#### DATASET

"""Holding a DC bias safely: never above a maximum, always back to zero and off at the end.

An inductor carrying a current I stores ½·L·I²; breaking that current arcs at the contact and
can destroy the meter's input and hurt the operator. So every measurement under bias runs inside
:func:`energised`: a bias above the maximum (the command line's or plan's, and never above the
supply's own limit) is refused before anything is sent, the bias moves in steps, and on the way
out, whatever the way (the end, Ctrl-C, SIGTERM, a meter fault, any error), the bias is ramped
down to zero in steps and switched off. Stop signals that come during the ramp-down are held
until it is done (:func:`acquire.signals.held`). :meth:`Energised.before_part_change` ramps down
before any prompt to change the part in the fixture.

Follow the meter and fixture makers' instructions, local codes and licensed practice; this code
is a second line of protection, not the first.
"""

from __future__ import annotations

import math
from collections.abc import Iterator
from contextlib import contextmanager
from typing import Any

from acquire import signals
from acquire.errors import BiasError


class Energised:
    """A supply held for a measurement under bias (made by :func:`energised`)."""

    def __init__(self, supply: Any, maximum: float, step: float, dwell: float) -> None:
        self.supply = supply
        self.maximum = maximum
        self.step = step
        self.dwell = dwell
        self.present = 0.0

    def go(self, amps: float) -> float:
        """Move the bias to ``amps`` in steps; the current read back. Above the maximum: refused."""
        if not (math.isfinite(amps) and 0 <= amps <= self.maximum):
            raise BiasError(
                f"a bias of {amps:g} A is outside 0 to {self.maximum:g} A (the largest allowed "
                "here); lower the bias or raise the maximum, if the part and fixture are rated"
            )
        applied = float(self.supply.ramp_to(amps, self.step, self.dwell))
        self.present = amps
        return applied

    def before_part_change(self) -> None:
        """Ramp to zero and switch off, before the operator is asked to touch the part."""
        with signals.held():
            self.supply.ramp_to(0.0, self.step, self.dwell)
        self.present = 0.0


def largest_allowed(maximum: float | None, supply_limit: float) -> float:
    """The smaller of the asked maximum (None: none asked) and the supply's own limit (A)."""
    if maximum is None:
        return supply_limit
    if not (math.isfinite(maximum) and maximum >= 0):
        raise BiasError(f"the maximum bias must be a number of ampere, 0 or more, not {maximum}")
    return min(maximum, supply_limit)


@contextmanager
def energised(supply: Any, maximum: float, step: float, dwell: float = 0.0) -> Iterator[Energised]:
    """Hold ``supply`` for a measurement under bias; on leaving, ramp to zero and switch off.

    ``maximum`` (A) must not exceed the supply's limit; ``step`` (A) is the largest change at a
    time, ``dwell`` (s) the wait after each step.
    """
    if maximum > supply.limit:
        raise BiasError(
            f"the maximum bias {maximum:g} A is above the supply's limit of {supply.limit:g} A; "
            "lower it"
        )
    if not (math.isfinite(step) and step > 0):
        raise BiasError(f"the bias step must be a positive number of ampere, not {step}")
    held = Energised(supply, maximum, step, dwell)
    try:
        yield held
    finally:
        with signals.held():
            supply.ramp_to(0.0, step, dwell)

########

Copy out each line of the records above that includes "Iterator".

from collections.abc import Iterator
def energised(supply: Any, maximum: float, step: float, dwell: float = 0.0) -> Iterator[Energised]:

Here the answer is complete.